Template:Concurrent liability

Revision as of 10:38, 28 June 2016 by Amwelladmin (talk | contribs)

Citizens and brethren attorneys will occasionally caution you that the four corners of a contract might not be the extent of your liability: You might get sued in tort.

You what?

Extraordinary though it seems, technically it is true. Lord Scarman's sensible observations in Tai Hing Cotton Mills v Liu Chong Hing Bank, that there isn't "anything to the advantage of the law's development in searching for a liability in tort where the parties are in a contractual relationship" has been long since overruled - 1995's Henderson v Merrett being the most prominent example.

But these are typically "builders' liability" cases where the defendant contracted with person A who, sold the house to person B before it, inevitably, collapsed. Uniquely here, there is a gap between contractual bat and pad:

These are unusual cases. In the normal run of things there's little to be said for concurrent liability.
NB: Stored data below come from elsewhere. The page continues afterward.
//! Questions the tables and figures ask of a report: which stages, temperatures and
//! frequencies it covers, the typical temperature, and the emitter resistance to build.

use super::{RecommendedStageRecord, Report};

/// Ordered, distinct stage names as they appear in the report.
pub fn stage_names(report: &Report) -> Vec<String> {
    let mut names: Vec<String> = Vec::new();
    let all = report
        .stages
        .iter()
        .map(|s| &s.stage)
        .chain(report.points.iter().map(|p| &p.stage))
        .chain(report.sizing.iter().map(|s| &s.stage));
    for name in all {
        if !names.contains(name) {
            names.push(name.clone());
        }
    }
    names
}

/// Ordered, distinct temperatures of the report.
pub fn temperatures(report: &Report) -> Vec<f64> {
    let mut temps: Vec<f64> = Vec::new();
    let all = report
        .stages
        .iter()
        .map(|s| s.temperature_c)
        .chain(report.points.iter().map(|p| p.temperature_c))
        .chain(report.sizing.iter().map(|s| s.temperature_c));
    for t in all {
        if !temps.contains(&t) {
            temps.push(t);
        }
    }
    temps
}

/// Ordered, distinct frequencies of the report's drive points.
pub fn frequencies(report: &Report) -> Vec<f64> {
    let mut list: Vec<f64> = Vec::new();
    for p in &report.points {
        if !list.contains(&p.frequency_hz) {
            list.push(p.frequency_hz);
        }
    }
    list
}

/// The typical temperature: the one nearest 27 °C (room temperature, common practice).
pub fn typical_temperature(temps: &[f64]) -> Option<f64> {
    temps
        .iter()
        .copied()
        .min_by(|a, b| (a - 27.0).abs().total_cmp(&(b - 27.0).abs()))
}

/// The emitter resistance to build for `stage`: the recommended design's, offered only when
/// sizing found a value holding every line at every temperature (and corner) and the
/// recommended design, evaluated in full, meets every line.
pub fn value_to_build(report: &Report, stage: &str) -> Option<f64> {
    let recommended = report.verdict.recommended.as_ref()?;
    if !recommended.met {
        return None;
    }
    recommended
        .stages
        .iter()
        .find(|s| s.stage == stage && s.found)
        .map(|s| s.emitter_resistance_ohm)
}

/// The recommended design a derived stage stands for (`None` for a planned stage).
pub fn recommended_stage<'a>(
    report: &'a Report,
    stage: &str,
) -> Option<&'a RecommendedStageRecord> {
    report
        .verdict
        .recommended
        .as_ref()?
        .stages
        .iter()
        .find(|s| s.evaluated_as == stage)
}
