#[cfg(test)]
mod tests {
    use super::*;
    use crate::model::corner::TYPICAL;
    use crate::model::tail::TailCurrentLaw;

    const MINIMAL: &str =
        "name: p\nstages:\n  - {name: a, tail_current: 800 uA, load_resistance: 2.2k}\ndrive: {amplitudes: [100 mV]}\n";

    fn read(text: &str) -> Plan {
        Plan::from_yaml(text, "p.yaml").unwrap()
    }

    fn stage_with(keys: &str) -> Stage {
        let text = format!(
            "name: p\nstages:\n  - {{name: a, tail_current: 1 mA, load_resistance: 2k, {keys}}}\ndrive: {{amplitudes: [1 mV]}}\n"
        );
        read(&text).stages.remove(0)
    }

    /// A limit in dBm is read into peak volts with P = V²/(2R): 10 dBm into 50 Ω is 1 V
    /// peak (common practice); without `reference_impedance`, or on a dB metric, it is refused.
    #[test]
    fn dbm_limits_need_a_reference_impedance() {
        let with = |top: &str, line: &str| {
            format!("{MINIMAL}{top}budget:\n  - {line}\n").replace(
                "drive: {amplitudes: [100 mV]}",
                "drive: {amplitudes: [100 mV], two_tone_spacing: 1 kHz}",
            )
        };
        let plan = read(&with(
            "reference_impedance: 50\n",
            "{metric: iip3, min: \"10 dBm\"}",
        ));
        match plan.budget[0].limit {
            Limit::Min(v) => assert!((v - 1.0).abs() < 1e-12, "{v}"),
            other => panic!("{other:?}"),
        }
        let error = Plan::from_yaml(&with("", "{metric: iip3, min: \"10 dBm\"}"), "p.yaml")
            .unwrap_err()
            .to_string();
        assert!(error.contains("reference_impedance"), "{error}");
        let error = Plan::from_yaml(
            &with(
                "reference_impedance: 50\n",
                "{metric: hd3, max: \"-10 dBm\"}",
            ),
            "p.yaml",
        )
        .unwrap_err()
        .to_string();
        assert!(error.contains("dBm does not apply"), "{error}");
    }

    #[test]
    fn quantities_are_read_into_si_base_units() {
        let plan = read(MINIMAL);
        let stage = &plan.stages[0];
        assert!((stage.tail_current - 800e-6).abs() < 1e-18);
        assert!((stage.load_resistance - 2200.0).abs() < 1e-9);
        assert!((plan.drive.amplitudes[0] - 0.1).abs() < 1e-15);
        let stage =
            stage_with("emitter_resistance: 470 ohm, load_capacitance: 1 pF, supply: 3.3 V");
        assert_eq!(stage.emitter_resistance, 470.0);
        assert!((stage.load_capacitance - 1e-12).abs() < 1e-24);
        assert_eq!(stage.supply, Some(3.3));
    }

    #[test]
    fn absent_keys_take_their_documented_defaults() {
        let plan = read(MINIMAL);
        assert_eq!(plan.temperatures_c, vec![27.0]);
        assert_eq!(plan.drive.frequencies, vec![1e3]);
        assert_eq!(plan.drive.thd_harmonics, DEFAULT_THD_HARMONICS);
        assert_eq!(plan.drive.two_tone_spacing, None);
        assert_eq!(plan.corners.len(), 1);
        assert_eq!(plan.corners[0].name, TYPICAL);
        let stage = &plan.stages[0];
        assert_eq!(stage.supply, None);
        assert_eq!(stage.supply_v(), 5.0);
        assert_eq!(stage.input_common_mode_v(), 2.5);
        assert!(stage.bias_is_default());
        assert!(stage.tail_resistance.is_infinite());
        assert_eq!(stage.emitter_resistance, 0.0);
        assert_eq!(stage.transistor, Transistor::default());
        assert_eq!(stage.tail_current_law, TailCurrentLaw::Constant);
        let with_mc = read(&format!("{MINIMAL}monte_carlo: {{runs: 10}}\n"));
        assert_eq!(with_mc.monte_carlo.unwrap().seed, 1);
    }

    #[test]
    fn sweeps_are_log_spaced_unless_linear_and_include_both_ends() {
        let log = read(
            "name: p\nstages:\n  - {name: a, tail_current: 1 mA, load_resistance: 2k}\ndrive:\n  amplitudes: {from: 1 mV, to: 1 V, points: 4}\n",
        );
        let expected = [1e-3, 1e-2, 1e-1, 1.0];
        for (got, want) in log.drive.amplitudes.iter().zip(expected) {
            assert!((got / want - 1.0).abs() < 1e-12, "{got} vs {want}");
        }
        let linear = read(
            "name: p\nstages:\n  - {name: a, tail_current: 1 mA, load_resistance: 2k}\ndrive:\n  amplitudes: {from: 10 mV, to: 40 mV, points: 4, spacing: linear}\n",
        );
        for (got, want) in linear.drive.amplitudes.iter().zip([0.01, 0.02, 0.03, 0.04]) {
            assert!((got - want).abs() < 1e-15, "{got} vs {want}");
        }
    }

    #[test]
    fn percentages_and_fractions_both_read_as_fractions() {
        let stage = stage_with("mismatch: {saturation_current: 1%, beta: 0.02}");
        assert!((stage.mismatch.saturation_current - 0.01).abs() < 1e-15);
        assert!((stage.mismatch.beta - 0.02).abs() < 1e-15);
    }

    #[test]
    fn tail_laws_are_read_by_name_or_coefficient() {
        assert_eq!(
            stage_with("tail_current_law: ptat").tail_current_law,
            TailCurrentLaw::Ptat
        );
        assert_eq!(
            stage_with("tail_current_law: constant").tail_current_law,
            TailCurrentLaw::Constant
        );
        assert_eq!(
            stage_with("tail_current_law: {temperature_coefficient: 0.2%}").tail_current_law,
            TailCurrentLaw::Coefficient(0.002)
        );
        let text = "name: p\nstages:\n  - {name: a, tail_current: 1 mA, load_resistance: 2k, tail_current_law: ctat}\ndrive: {amplitudes: [1 mV]}\n";
        let err = Plan::from_yaml(text, "p.yaml").unwrap_err();
        assert_eq!(err.key_path, "stages[0].tail_current_law");
        assert!(err.problem.contains("unknown tail-current law `ctat`"));
        assert!(err.accepted.contains("ptat"));
    }

    #[test]
    fn a_misspelt_key_is_refused_with_the_nearest_name() {
        let text = "name: p\nstages:\n  - {name: a, tail_current: 1 mA, load_resistence: 2k}\ndrive: {amplitudes: [1 mV]}\n";
        let err = Plan::from_yaml(text, "p.yaml").unwrap_err();
        assert_eq!(err.key_path, "stages[0].load_resistence");
        assert_eq!((err.line, err.column), (3, 35));
        assert!(
            err.problem.contains("did you mean `load_resistance`?"),
            "{err}"
        );
    }

    #[test]
    fn a_quantity_with_the_wrong_unit_names_the_unit_it_needs() {
        let text = "name: p\nstages:\n  - {name: a, tail_current: 1 mV, load_resistance: 2k}\ndrive: {amplitudes: [1 mV]}\n";
        let err = Plan::from_yaml(text, "p.yaml").unwrap_err();
        assert_eq!(err.key_path, "stages[0].tail_current");
        assert!(err.accepted.contains("A"), "{err}");
    }

    #[test]
    fn temperatures_below_absolute_zero_are_refused() {
        let err =
            Plan::from_yaml(&format!("temperatures_c: [-300]\n{MINIMAL}"), "p.yaml").unwrap_err();
        assert_eq!(err.key_path, "temperatures_c[0]");
    }

    #[test]
    fn the_key_locator_finds_nested_values() {
        let source = PlanSource {
            text: format!("{MINIMAL}monte_carlo:\n  runs: 5\n"),
            shown: "p.yaml".into(),
            overrides: Vec::new(),
        };
        let err = source.error_at_key("monte_carlo.runs", "too many", "fewer");
        assert_eq!((err.line, err.column), (6, 9));
        assert_eq!(err.key_path, "monte_carlo.runs");
        let missing = source.error_at_key("no.such.key", "x", "y");
        assert_eq!(missing.line, 0);
    }
}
In a straightforward bilateral contract with no aggrieved Person B, it would be absurd for tortious duties that arise at general law to widen or constrict the allocation of risk set out in the contract. You can contract out of tortious duties (even if that isn't obvious in principle to you, Lord Goff said so in Merrett v Henderson). Unless your contract is uncommonly vague, by just having one you will have done so.You can always explicitly exclude tortious liability in the contract if you are really worried about it (though it does look a little "for the avoidance of doubt to this pair of eyes. It's not hard to do:

This is a contract. Neither party will be liable to the other in tort under this agreement.